**** Supplied data ****
// DC operating point of the ladder, the starting state of every run: inductors are shorts,
// capacitors open, the source at its initial value. The chain is solved exactly with two sweeps of
// Thevenin equivalents (one from each end), so ideal sources and zero-ohm parts need no special matrix.
import { OPEN, parallel, type Thevenin } from './thevenin.js';
import type { Ladder } from './ladder.js';

export interface DcState {
  /** Node voltages. */
  v: Float64Array;
  /** Current in branch j, from node j to node j+1. */
  branch: Float64Array;
  /** Current in each lumped branch, from its `p` end to its `q` end. */
  lumped: Float64Array;
}


function series(a: Thevenin, r: number): Thevenin {
  return a.r === Infinity || r === Infinity ? OPEN : { e: a.e, r: a.r + r };
}

export function solveDc(ladder: Ladder, source: number): DcState {
  const m = ladder.nodes;
  const seriesAt = new Int32Array(Math.max(m - 1, 0)).fill(-1);
  ladder.lumped.forEach((b, i) => {
    if (b.role === 'series') seriesAt[b.p] = i;
  });
  const branchR = (j: number): number => {
    if (ladder.isCell[j]) return ladder.cellR[j];
    const part = ladder.lumped[seriesAt[j]].part;
    return part.c !== undefined ? Infinity : part.r;
  };
  const shunt: Thevenin[] = Array.from({ length: m }, (_, k) =>
    ladder.nodeG[k] > 0 ? { e: 0, r: 1 / ladder.nodeG[k] } : OPEN,
  );
  for (const b of ladder.lumped) {
    if (b.role === 'series') continue;
    const node = b.role === 'driver' ? b.q : b.p;
    const e = b.role === 'driver' ? source : b.part.rail;
    const r = b.part.c !== undefined ? Infinity : b.part.r;
    shunt[node] = parallel(shunt[node], { e, r }, b.item);
  }
  const left: Thevenin[] = new Array(m);
  const right: Thevenin[] = new Array(m);
  left[0] = shunt[0];
  for (let k = 1; k < m; k++) left[k] = parallel(shunt[k], series(left[k - 1], branchR(k - 1)), `node ${k}`);
  right[m - 1] = shunt[m - 1];
  for (let k = m - 2; k >= 0; k--) right[k] = parallel(shunt[k], series(right[k + 1], branchR(k)), `node ${k}`);

  const v = new Float64Array(m);
  for (let k = 0; k < m; k++) {
    const seen = k === 0 ? right[0] : parallel(series(left[k - 1], branchR(k - 1)), right[k], `node ${k}`);
    v[k] = seen.r === Infinity ? 0 : seen.e; // a node with no DC path anywhere starts at 0 V
  }
  const branch = new Float64Array(Math.max(m - 1, 0));
  for (let j = 0; j < m - 1; j++) {
    const rTotal = left[j].r + branchR(j) + right[j + 1].r;
    const drive = left[j].e - right[j + 1].e;
    branch[j] = rTotal === Infinity || rTotal === 0 ? 0 : drive / rTotal;
  }
  return { v, branch, lumped: lumpedCurrents(ladder, source, v, branch) };
}

/** Currents in the lumped branches; a zero-ohm branch takes what Kirchhoff's current law leaves over. */
function lumpedCurrents(ladder: Ladder, source: number, v: Float64Array, branch: Float64Array): Float64Array {
  const out = new Float64Array(ladder.lumped.length);
  const m = ladder.nodes;
  // Per node: net known current leaving the node, and the ideal branches still to be given a current.
  const leaving = new Float64Array(m);
  const ideal: number[][] = Array.from({ length: m }, () => []);
  for (let k = 0; k < m; k++) {
    leaving[k] += ladder.nodeG[k] * v[k];
    if (k < m - 1) leaving[k] += branch[k];
    if (k > 0) leaving[k] -= branch[k - 1];
  }
  ladder.lumped.forEach((b, i) => {
    if (b.role === 'series') {
      out[i] = branch[b.p];
      return;
    }
    const node = b.role === 'driver' ? b.q : b.p;
    const sign = b.role === 'driver' ? -1 : 1; // the driver's current flows into its node
    if (b.part.c !== undefined) out[i] = 0;
    else if (b.part.r > 0) {
      out[i] = b.role === 'driver' ? (source - v[node]) / b.part.r : (v[node] - b.part.rail) / b.part.r;
    } else {
      ideal[node].push(i);
      return;
    }
    leaving[node] += sign * out[i];
  });
  for (let k = 0; k < m; k++) {
    const list = ideal[k];
    for (const i of list) {
      const sign = ladder.lumped[i].role === 'driver' ? -1 : 1;
      out[i] = (-sign * leaving[k]) / list.length;
    }
  }
  return out;
}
****
__The task__
Working through the data above, find every line holding "list" and copy it.

__Task response__
    const list = ideal[k];
    for (const i of list) {
      out[i] = (-sign * leaving[k]) / list.length;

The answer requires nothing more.